The trail even travels past several baseball fields, which are home to the East Mountain Little League. My twin sons played for the East Mountain Little League about 3 years ago. Those mountains you see in the background, are the same ones I can see from my bedroom window.
Apache and I enjoyed stopping and watching these soccer players practicing on the soccer field, but my friend’s horse Glory wasn’t having any of it and didn’t like all the running around and noise. She was eager to leave Apache and I behind. But Apache was insistent about staying and watching and she locked her legs and she wouldn’t move until I swung my reins against her neck. Perhaps it was just the sight of all the green grass that made her not want to leave, but I was proud of her for not getting nervous and antsy like my friend’s horse had been.
Of course, that meant we ended up being way far behind them, and I had to keep asking Apache to trot, even down a fairly steep hill, just to catch up. The photo below shows the part of the trail just before it goes around a bend and then drops downhill.

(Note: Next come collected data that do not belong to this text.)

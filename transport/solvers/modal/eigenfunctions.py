"""Eigenfunctions of the layered operator: two-sided shooting and closed-form norms.

Eigenfunctions are obtained by shooting from both ends with normalised states and a
running log-scale (:func:`transport.solvers.modal.transfer.shoot`, all modes at once),
and joined at the face where the two shots agree best; this keeps exponentially
decaying modes (high contrast, high Peclet) accurate.  Thick evanescent layers are
stepped in growing/decaying components so a (nearly) pure decaying state is never lost.
Weighted norms are in closed form.  See :mod:`transport.solvers.modal.spectrum` for the
operator and the eigenvalues.
"""
from __future__ import annotations

from dataclasses import dataclass

import numpy as np

from transport.solvers.modal import kernel
from transport.solvers.modal.operator import ENDPOINT_FORM_MIN, Operator
from transport.solvers.modal.transfer import (LayerTerms, Prep, chunks, layer_integrals,
                                              normalise, shc, shoot)

__all__ = ["Modes", "modes", "modes_many", "evaluate_many"]

#: Elements (points x modes) per block of :meth:`Modes.evaluate`.
_EVAL_ELEMENTS = 1 << 16


@dataclass(frozen=True)
class Modes:
    """Normalised eigenfunctions psi_n (weight a, unit norm) of the layered operator.

    States (v, p = k v') at the faces are stored normalised with a log scale:
    psi_n(z_j) = v[j, n] * exp(logs[j, n]).
    """

    op: Operator
    lam: np.ndarray  # (n,)
    v: np.ndarray  # (N+1, n)
    p: np.ndarray  # (N+1, n)
    logs: np.ndarray  # (N+1, n)

    @property
    def n_modes(self) -> int:
        return self.lam.size

    def layer_of(self, z):
        z = np.asarray(z, dtype=float)
        idx = np.searchsorted(self.op.z, z, side="right") - 1
        return np.clip(idx, 0, self.op.n_layers - 1)

    def evaluate(self, z, exp_sign: int = 0, modes=slice(None)):
        """psi_n(z) * exp(exp_sign A(z)) and k psi_n'(z) * exp(exp_sign A(z)).

        Returns two arrays of shape (z.size, n).
        """
        z = np.atleast_1d(np.asarray(z, dtype=float))
        lam = self.lam[modes]
        V, P, L = self.v[:, modes], self.p[:, modes], self.logs[:, modes]
        out_f = np.empty((z.size, lam.size))
        out_p = np.empty((z.size, lam.size))
        lay = self.layer_of(z)
        step = max(1, _EVAL_ELEMENTS // max(lam.size, 1))
        for start in range(0, z.size, step):
            sl = slice(start, start + step)
            out_f[sl], out_p[sl] = _layer_values(self.op, lay[sl], z[sl], lam, V, P, L,
                                                 exp_sign)
        return out_f, out_p


def _layer_values(op, lay, z, lam, V, P, L, exp_sign):
    """Values of psi and k psi' at depths z inside layers ``lay`` (arrays of one size)."""
    s = (z - op.z[lay])[:, None]
    expo = exp_sign * (op.A[lay] + op.alpha[lay] * s[:, 0])[:, None]
    return _values(lay, s, op.thickness[lay][:, None], op.k[lay][:, None],
                   op.a[lay][:, None], op.s[lay][:, None], expo, lam, V, P, L)


def evaluate_many(modes_list, z, exp_sign: int = 0) -> list:
    """[:meth:`Modes.evaluate` (z, exp_sign)] of several columns' modes whose layer
    faces are the same (a boring's Monte Carlo columns: one log, drawn properties), in
    one pass over all their modes side by side: the same arithmetic, element by
    element, as each column's own call (the coefficients of a mode's operator are
    gathered per mode instead of broadcast), at the cost of about one call.  Columns
    whose faces differ from the first one's are evaluated on their own."""
    z = np.atleast_1d(np.asarray(z, dtype=float))
    first = modes_list[0].op
    same = [np.array_equal(md.op.z, first.z) for md in modes_list]
    out = [None if ok else md.evaluate(z, exp_sign) for md, ok in zip(modes_list, same)]
    batch = [md for md, ok in zip(modes_list, same) if ok]
    sizes = [md.lam.size for md in batch]
    if not batch or sum(sizes) == 0:
        return [o if o is not None else (np.empty((z.size, 0)), np.empty((z.size, 0)))
                for o in out]
    lay = batch[0].layer_of(z)
    s = (z - first.z[lay])[:, None]
    l = first.thickness[lay][:, None]

    def per_mode(values):  # (nz, modes): each mode's own operator's value at z
        return np.repeat(np.stack(values, axis=1), sizes, axis=1)

    def layer(name):
        return per_mode([getattr(md.op, name)[lay] for md in batch])
    expo = exp_sign * per_mode([md.op.A[lay] + md.op.alpha[lay] * s[:, 0] for md in batch])
    lam = np.concatenate([md.lam for md in batch])
    V, P, L = (np.concatenate([getattr(md, name) for md in batch], axis=1)
               for name in ("v", "p", "logs"))
    f, d = _values(lay, s, l, layer("k"), layer("a"), layer("s"), expo, lam, V, P, L)
    parts = iter(zip(np.split(f, np.cumsum(sizes)[:-1], axis=1),
                     np.split(d, np.cumsum(sizes)[:-1], axis=1)))
    return [o if o is not None else next(parts) for o in out]


def _values(lay, s, l, k, a, sc_, expo, lam, V, P, L):
    """psi and k psi' at local depths s (nz, 1) in layers ``lay`` (nz,) of thickness l
    (nz, 1), with the layer's k, a and s (``sc_``) and the exponent of the e^{A} factor
    ``expo`` as (nz, 1) arrays (one operator) or (nz, modes) (each mode its own
    operator), modes lam and face states V, P, L (faces, modes)."""
    w2 = (lam * a - sc_) / k
    w = np.sqrt(np.abs(w2))
    trig = w2 > 0
    # forms using the state at the top of the layer
    v0, p0, l0 = V[lay], P[lay], L[lay]
    ws = w * s
    # cos and sin of ws from t = tan(ws/2) (one fast transcendental instead of two)
    t = np.tan(0.5 * ws)
    t2 = t * t
    d = 1.0 + t2
    cs = (1.0 - t2) / d
    sn = np.divide(2.0 * t, w * d, out=s * np.ones_like(ws), where=ws > 0)  # s sinc(ws)
    if not trig.all():
        wh = np.where(trig, 0.0, np.minimum(ws, 700))
        cs = np.where(trig, cs, np.cosh(wh))
        sn = np.where(trig, sn, s * shc(wh))
    f_top = v0 * cs + (p0 / k) * sn
    # trig: k psi' = -k w^2 s sinc(ws) v0 + p0 cos(ws); hyperbolic: the same with
    # w^2 -> -b^2, sinc -> sinh(x)/x, cos -> cosh
    p_top = -k * w2 * sn * v0 + p0 * cs
    scale = np.exp(l0 + expo)
    val = f_top * scale
    der = p_top * scale
    x = w * l
    endpoint = (~trig) & (x > ENDPOINT_FORM_MIN)
    if endpoint.any():
        rows = np.flatnonzero(endpoint.any(axis=1))
        e_, lr, sr, wr, xr = endpoint[rows], lay[rows], s[rows], w[rows], x[rows]
        l0r, l1 = L[lr], L[lr + 1]
        lm = np.maximum(l0r, l1)
        V0 = V[lr] * np.exp(l0r - lm)
        V1 = V[lr + 1] * np.exp(l1 - lm)
        e = np.exp(-xr)
        det = -np.expm1(-2 * xr)
        E = (V0 - V1 * e) / det
        F = (V1 - V0 * e) / det
        em = np.exp(-wr * sr)
        ep = np.exp(-wr * np.maximum(l[rows] - sr, 0.0))
        sc = np.exp(lm + expo[rows])
        ve = (E * em + F * ep) * sc
        de = k[rows] * wr * (F * ep - E * em) * sc
        val[rows] = np.where(e_, ve, val[rows])
        der[rows] = np.where(e_, de, der[rows])
    return val, der


def modes(op: Operator, lam) -> Modes:
    """Normalised eigenfunctions for the eigenvalues ``lam``."""
    return modes_many([op], [lam])[0]


def modes_many(ops, lams, compiled: bool = False) -> list:
    """:func:`modes` of several operators: the eigenfunctions of ``ops[r]`` for the
    eigenvalues ``lams[r]``.  Operators with the same number of layers are shot in
    shared passes over the layers (their modes side by side: :meth:`Prep.stack`), each
    mode with the same arithmetic as for its own operator alone.  ``compiled``: the
    passes run one mode at a time in the compiled kernel where it is available
    (:func:`transport.solvers.modal.kernel.modes`: the same equations, the same numbers
    to rounding)."""
    lams = [np.asarray(lam, dtype=float) for lam in lams]
    out = [None] * len(ops)
    groups = {}
    for r, op in enumerate(ops):
        groups.setdefault(op.n_layers, []).append(r)
    for members in groups.values():
        preps = [Prep(ops[r]) for r in members]
        whole = preps[0] if len(members) == 1 else Prep.stack(preps)
        owner = np.repeat(np.arange(len(members)), [lams[r].size for r in members])
        lam = np.concatenate([lams[r] for r in members])
        if compiled and kernel.modes_available():
            V, P, Ls = kernel.modes(whole, lam, owner)
        else:
            V, P, Ls = _shot_modes(whole.select(owner), lam)
        cut = np.cumsum([lams[r].size for r in members])[:-1]
        for r, v, p, ls in zip(members, *(np.split(x, cut, axis=1) for x in (V, P, Ls))):
            out[r] = Modes(op=ops[r], lam=lams[r], v=v, p=p, logs=ls)
    return out


def _shot_modes(prep: Prep, lam):
    """Normalised face states (v, p) and log-scales of the modes ``lam`` (one column of
    ``prep`` per mode, or one column for all)."""
    nL = prep.n_layers
    shape = (nL + 1, lam.size)
    V, P, Ls = np.empty(shape), np.empty(shape), np.empty(shape)
    # scale used to compare directions at face j: k / l of the layer below it (of the
    # last layer at the bottom)
    sc_all = np.concatenate([prep.kl, prep.kl[-1:]])
    la_all = np.log(prep.a)
    faces = np.arange(nL + 1)[:, None]
    for cs in chunks(nL, lam.size):
        sub = prep.select(cs)
        sc, la = prep.cols(sc_all, cs), prep.cols(la_all, cs)
        terms = LayerTerms(sub, lam[cs])
        VL, PL, LL, VR, PR, LR = shoot(terms)
        # face where both shots agree best: least |sin| of the angle between them
        XL, XR = sc * VL, sc * VR
        cross = XL * PR
        cross -= PL * XR
        np.abs(cross, out=cross)
        cross /= np.sqrt(XL * XL + PL * PL)
        cross /= np.sqrt(XR * XR + PR * PR)
        # (not the bottom face itself, which the bottom shot meets exactly)
        jstar = np.argmin(cross[:-1], axis=0)
        cols = np.arange(jstar.size)
        xl, pl, xr, pr = XL[jstar, cols], PL[jstar, cols], XR[jstar, cols], PR[jstar, cols]
        coef = (xl * xr + pl * pr) / (xr * xr + pr * pr)
        sign = np.sign(coef)
        sign[sign == 0] = 1.0
        shift = LL[jstar, cols] - LR[jstar, cols] + np.log(np.abs(coef) + 1e-300)
        use_left = faces <= jstar
        Vc = np.where(use_left, VL, sign * VR)
        Pc = np.where(use_left, PL, sign * PR)
        Lc = np.where(use_left, LL, LR + shift)
        Vc, Pc, Lc = normalise(terms, Vc, Pc, Lc)
        # log of the weighted norm sum_i a_i int psi^2 (closed form per layer)
        integral, lg = layer_integrals(terms, Vc, Pc, Lc)
        np.maximum(integral, 1e-300, out=integral)
        parts = np.log(integral, out=integral)
        parts += lg
        parts += la
        top = parts.max(axis=0)
        parts -= top
        log_norm = top + np.log(np.sum(np.exp(parts, out=parts), axis=0))
        V[:, cs], P[:, cs] = Vc, Pc
        np.subtract(Lc, 0.5 * log_norm, out=Ls[:, cs])
    return V, P, Ls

The trail travels below the beautiful Vista Grande Community Center, too.
I believe Apache enjoyed trotting along these beautiful tree-lined trails just as much as I did.
Just me and my horse, and our shadows.
I took this photo while we stood on top of the levy. We were facing west towards the east side of the Sandia Mountains. On the other side is the city of Albuquerque. So close…but yet, feels so far away.
The levy is a fun place to ride. It is obviously used by bicyclists due to several steep slides on both sides, but we had fun cantering our horses up one side and then we would either skootch down one of these steep, short slides, or we would just ride to the end and circle around to the base of the levy. Lots of fun!
(Diana and her mare Glory at the base of the levy)
I really enjoyed riding with the sun setting behind our backs. It felt like were riding side by side with our shadow friends.
My riding buddy, Diana and her mare Glory.
As we neared the trail head parking lot, Diana and I were surprised that both of our horses wanted to turn around and continue our ride. They literally would stop and want to turn around. I think they were just as disappointed as we were that our ride had to be so short. Diana had to pick up her daughter from school and I had to get home to get ready for a Christmas party. But we made plans to come back again next year so we could ride this trail loop again, as well as cross the road and connect with the trail into the Cibola National Forest.
Beautiful views of the Ortiz Mountains in the distance. A wonderful day for a ride: temps in the upper 50's, warm, sunny, blue skies. Hard to believe that it's December in the mountains!